Porque hay una espada de Damocles que pende incesantemente sobre la cabeza del/de la vegan@, y que probablemente, y a menos que el mundo sufra una transformación radical, seguirá cumpliendo su sádica misión durante el resto de su vida: la posibilidad de enfermar. Y es que su salud,  más que cualquier otro aspecto de su comportamiento y de su lifestyle, se convierte en su mejor carta de presentación. Ya lo dice el introyecto social más extendido: si se es vegan@, hay que estar más sano, esbelto, vigoroso y lozano que el resto de los mortales. Obligatoriamente. Categóricamente. Siempre.




Desde que dejó de consumir animales y sus subproductos, probablemente el/la veggie ha convivido con perversas y brujeriles amenazas de enfermedad perpetradas por sus rencorosos, agoreros y nada comprensivos conocidos, así que vive con miedo constante de pillar, incluso, un simple resfriadillo que demuestre a la ruidosa mayoría que está en lo cierto, que eso del veganismo es una patraña perroflautil y que no hay nada de saludable y especial en esta “radical dieta llena de restricciones y limitaciones”.

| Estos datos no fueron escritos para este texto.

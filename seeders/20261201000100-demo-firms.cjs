'use strict';
// The demo firm (Larchfield Decks, invented) with its team, clients, jobs and designs, and a second
// firm (Orchard Row Carpentry, invented) used to prove that firms never see each other's data.
// Ids are fixed so the seed is idempotent (ON CONFLICT DO NOTHING) and tests can name records.
const bcrypt = require('bcryptjs');

const DEMO_PASSWORD = 'deckdemo-2026';

const ids = {
  larchfield: '1a4c0000-0000-4000-8000-000000000001',
  orchardRow: '1a4c0000-0000-4000-8000-000000000002',
  owner: '1a4c0000-0000-4000-8001-000000000001',
  designer: '1a4c0000-0000-4000-8001-000000000002',
  crew: '1a4c0000-0000-4000-8001-000000000003',
  orchardOwner: '1a4c0000-0000-4000-8001-000000000011',
  clientOkafor: '1a4c0000-0000-4000-8002-000000000001',
  clientPemberton: '1a4c0000-0000-4000-8002-000000000002',
  clientRao: '1a4c0000-0000-4000-8002-000000000003',
  clientOrchard: '1a4c0000-0000-4000-8002-000000000011',
  jobPatio: '1a4c0000-0000-4000-8003-000000000001',
  jobLShape: '1a4c0000-0000-4000-8003-000000000002',
  jobPond: '1a4c0000-0000-4000-8003-000000000003',
  jobReplacement: '1a4c0000-0000-4000-8003-000000000004',
  jobSummerhouse: '1a4c0000-0000-4000-8003-000000000005',
  jobBalcony: '1a4c0000-0000-4000-8003-000000000006',
  jobOrchard: '1a4c0000-0000-4000-8003-000000000011',
  designPatio: '1a4c0000-0000-4000-8004-000000000001',
  designLShape: '1a4c0000-0000-4000-8004-000000000002',
  designPond: '1a4c0000-0000-4000-8004-000000000003',
  designOrchard: '1a4c0000-0000-4000-8004-000000000011',
};

/** A version-1 design document with every default of engine/schema.ts filled in. */
function designDocument(overrides) {
  return {
    version: 1,
    outline: [
      [0, 0],
      [6000, 0],
      [6000, 4000],
      [0, 4000],
    ],
    boardAngleDeg: 0,
    heightMm: 450,
    joistCentresMm: 400,
    borderCourses: 1,
    supports: [],
    steps: [],
    joist: { widthMm: 50, depthMm: 125, stockMm: 3000, maxSpanMm: 1500, maxCantileverMm: 100 },
    board: { widthMm: 140, gapMm: 5, endGapMm: 4, stockMm: 4800, maxSpanMm: 400 },
    codeBasis: 'uk',
    stairCentresMm: 300,
    minStaggerMm: 800,
    nogginRule: { kind: 'midspan', overMm: 1200 },
    postsFromHeightMm: 600,
    kerfMm: 3,
    minOffcutMm: 300,
    products: {},
    ...overrides,
  };
}

const documents = {
  // The 6 m x 4 m example of PRODUCT.md section 4.
  patio: designDocument({}),
  // An L-shape, 7 m along the house and 5 m down the garden, with a two-step flight to the lawn.
  lShape: designDocument({
    outline: [
      [0, 0],
      [7000, 0],
      [7000, 2500],
      [3500, 2500],
      [3500, 5000],
      [0, 5000],
    ],
    heightMm: 380,
    steps: [{ edge: 0, offsetMm: 1200, widthMm: 1800, count: 2, treadBoards: 3 }],
  }),
  // Boards at 45 degrees: closer joist centres (common practice for angled boards).
  pond: designDocument({
    outline: [
      [0, 0],
      [5000, 0],
      [5000, 3600],
      [0, 3600],
    ],
    boardAngleDeg: 45,
    heightMm: 300,
    joistCentresMm: 300,
    borderCourses: 1,
  }),
  orchard: designDocument({
    outline: [
      [0, 0],
      [4000, 0],
      [4000, 3000],
      [0, 3000],
    ],
    heightMm: 250,
    borderCourses: 0,
  }),
};

const daysAgo = (now, days) => new Date(now.getTime() - days * 24 * 3600 * 1000);

module.exports = {
  ids,
  async up(queryInterface) {
    const now = new Date();
    const hash = bcrypt.hashSync(DEMO_PASSWORD, 10);
    const stamp = (days) => ({
      created_at: daysAgo(now, days + 7),
      updated_at: daysAgo(now, days),
    });
    const opts = { ignoreDuplicates: true };

    await queryInterface.sequelize.transaction(async (transaction) => {
      const o = { ...opts, transaction };
      await queryInterface.bulkInsert(
        'firms',
        [
          {
            id: ids.larchfield,
            name: 'Larchfield Decks',
            address: '4 Mill Lane',
            town: 'Kestrelford',
            postcode: 'KF3 2LD',
            phone: '01632 960 418',
            email: 'office@larchfield.example',
            currency: 'GBP',
            ...stamp(30),
          },
          {
            id: ids.orchardRow,
            name: 'Orchard Row Carpentry',
            address: '17 Orchard Row',
            town: 'Brindlecombe',
            postcode: 'BC7 4RW',
            phone: '01632 960 772',
            email: 'office@orchardrow.example',
            currency: 'GBP',
            ...stamp(30),
          },
        ],
        o,
      );

      const user = (id, firmId, name, email, role, units) => ({
        id,
        firm_id: firmId,
        name,
        email,
        role,
        password_hash: hash,
        units,
        active: true,
        ...stamp(30),
      });
      await queryInterface.bulkInsert(
        'users',
        [
          user(
            ids.owner,
            ids.larchfield,
            'Harriet Vane',
            'owner@larchfield.example',
            'owner',
            'metric',
          ),
          user(
            ids.designer,
            ids.larchfield,
            'Tom Ashby',
            'designer@larchfield.example',
            'designer',
            'metric',
          ),
          user(
            ids.crew,
            ids.larchfield,
            'Priya Nandi',
            'crew@larchfield.example',
            'crew',
            'imperial',
          ),
          user(
            ids.orchardOwner,
            ids.orchardRow,
            'Owen Marsh',
            'owner@orchardrow.example',
            'owner',
            'metric',
          ),
        ],
        o,
      );

      await queryInterface.bulkInsert(
        'clients',
        [
          {
            id: ids.clientOkafor,
            firm_id: ids.larchfield,
            name: 'Margaret Okafor',
            email: 'margaret.okafor@example.com',
            phone: '07700 900 114',
            address: '22 Heron Close, Kestrelford, KF3 5HN',
            ...stamp(25),
          },
          {
            id: ids.clientPemberton,
            firm_id: ids.larchfield,
            name: 'Daniel and Ruth Pemberton',
            email: 'pembertons@example.com',
            phone: '07700 900 382',
            address: 'Willow Barn, Sedge Lane, Kestrelford, KF4 1SL',
            ...stamp(20),
          },
          {
            id: ids.clientRao,
            firm_id: ids.larchfield,
            name: 'Sunita Rao',
            email: 'sunita.rao@example.com',
            phone: '07700 900 927',
            address: '3 Millpond Cottages, Kestrelford, KF3 9MP',
            ...stamp(15),
          },
          {
            id: ids.clientOrchard,
            firm_id: ids.orchardRow,
            name: 'Alan Fenwick',
            email: 'alan.fenwick@example.com',
            phone: '07700 900 551',
            address: '9 Quarry Road, Brindlecombe, BC7 2QR',
            ...stamp(12),
          },
        ],
        o,
      );

      const job = (id, firmId, clientId, title, siteAddress, status, notes, createdById, days) => ({
        id,
        firm_id: firmId,
        client_id: clientId,
        title,
        site_address: siteAddress,
        status,
        notes,
        created_by_id: createdById,
        ...stamp(days),
      });
      await queryInterface.bulkInsert(
        'jobs',
        [
          job(
            ids.jobPatio,
            ids.larchfield,
            ids.clientOkafor,
            'Patio deck off the kitchen',
            '22 Heron Close, Kestrelford, KF3 5HN',
            'designing',
            'Level garden. Threshold of the kitchen door 470 mm above the patio slab.',
            ids.designer,
            1,
          ),
          job(
            ids.jobLShape,
            ids.larchfield,
            ids.clientPemberton,
            'L-shaped deck with steps to the lawn',
            'Willow Barn, Sedge Lane, Kestrelford, KF4 1SL',
            'quoted',
            'Ground falls about 150 mm towards the lawn. Two steps down on the south side.',
            ids.designer,
            3,
          ),
          job(
            ids.jobPond,
            ids.larchfield,
            ids.clientRao,
            'Diagonal-board deck by the pond',
            '3 Millpond Cottages, Kestrelford, KF3 9MP',
            'building',
            'Boards at 45 degrees; keep 300 mm clear of the pond liner.',
            ids.owner,
            2,
          ),
          job(
            ids.jobReplacement,
            ids.larchfield,
            ids.clientOkafor,
            'Replace rotten side-path boards',
            '22 Heron Close, Kestrelford, KF3 5HN',
            'enquiry',
            'Phoned in; survey to book.',
            ids.owner,
            0,
          ),
          job(
            ids.jobSummerhouse,
            ids.larchfield,
            ids.clientRao,
            'Summerhouse landing',
            '3 Millpond Cottages, Kestrelford, KF3 9MP',
            'complete',
            '',
            ids.designer,
            40,
          ),
          job(
            ids.jobBalcony,
            ids.larchfield,
            ids.clientPemberton,
            'Raised deck at the barn door',
            'Willow Barn, Sedge Lane, Kestrelford, KF4 1SL',
            'lost',
            'Client chose a stone terrace instead.',
            ids.designer,
            20,
          ),
          job(
            ids.jobOrchard,
            ids.orchardRow,
            ids.clientOrchard,
            'Garden deck at Quarry Road',
            '9 Quarry Road, Brindlecombe, BC7 2QR',
            'surveyed',
            '',
            ids.orchardOwner,
            4,
          ),
        ],
        o,
      );

      const design = (id, firmId, jobId, name, document, updatedById, days) => ({
        id,
        firm_id: firmId,
        job_id: jobId,
        name,
        document: JSON.stringify(document),
        version: 1,
        updated_by_id: updatedById,
        ...stamp(days),
      });
      const designs = [
        design(
          ids.designPatio,
          ids.larchfield,
          ids.jobPatio,
          '6 m x 4 m rectangle',
          documents.patio,
          ids.designer,
          1,
        ),
        design(
          ids.designLShape,
          ids.larchfield,
          ids.jobLShape,
          'L-shape with steps',
          documents.lShape,
          ids.designer,
          3,
        ),
        design(
          ids.designPond,
          ids.larchfield,
          ids.jobPond,
          'Boards at 45 degrees',
          documents.pond,
          ids.owner,
          2,
        ),
        design(
          ids.designOrchard,
          ids.orchardRow,
          ids.jobOrchard,
          'Quarry Road deck',
          documents.orchard,
          ids.orchardOwner,
          4,
        ),
      ];
      await queryInterface.bulkInsert('designs', designs, o);
      await queryInterface.bulkInsert(
        'design_revisions',
        designs.map((d, i) => ({
          id: `1a4c0000-0000-4000-8005-${String(i + 1).padStart(12, '0')}`,
          design_id: d.id,
          firm_id: d.firm_id,
          version: 1,
          document: d.document,
          saved_by_id: d.updated_by_id,
          saved_at: d.updated_at,
        })),
        o,
      );
    });
  },

  async down(queryInterface) {
    // Cascades remove users, clients, jobs, designs, revisions and products of both firms.
    await queryInterface.bulkDelete('firms', { id: [ids.larchfield, ids.orchardRow] });
  },
};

Y desde este humilde rincón, harta de interpretar el papel de Super Green Woman, me pregunto: ¿qué ignorantes desaprensivos, bien sean veganos, carnívoros, omnívoros u flexitarianos, inflaron y siguen inflando ese falso y peligroso globo que asegura que la salud y el bienestar dependen, casi exclusivamente, de la dieta? ¿Por qué seguimos montando sobre él y permitiendo que nos lleve a todas partes sin cuestionárnoslo siquiera? ¿En qué momento ser humano, con sus vulnerabilidades, defectos, inconstanteces y contradicciones, aparentemente, ha pasado a convertirse (casi) en antónimo de ser vegano?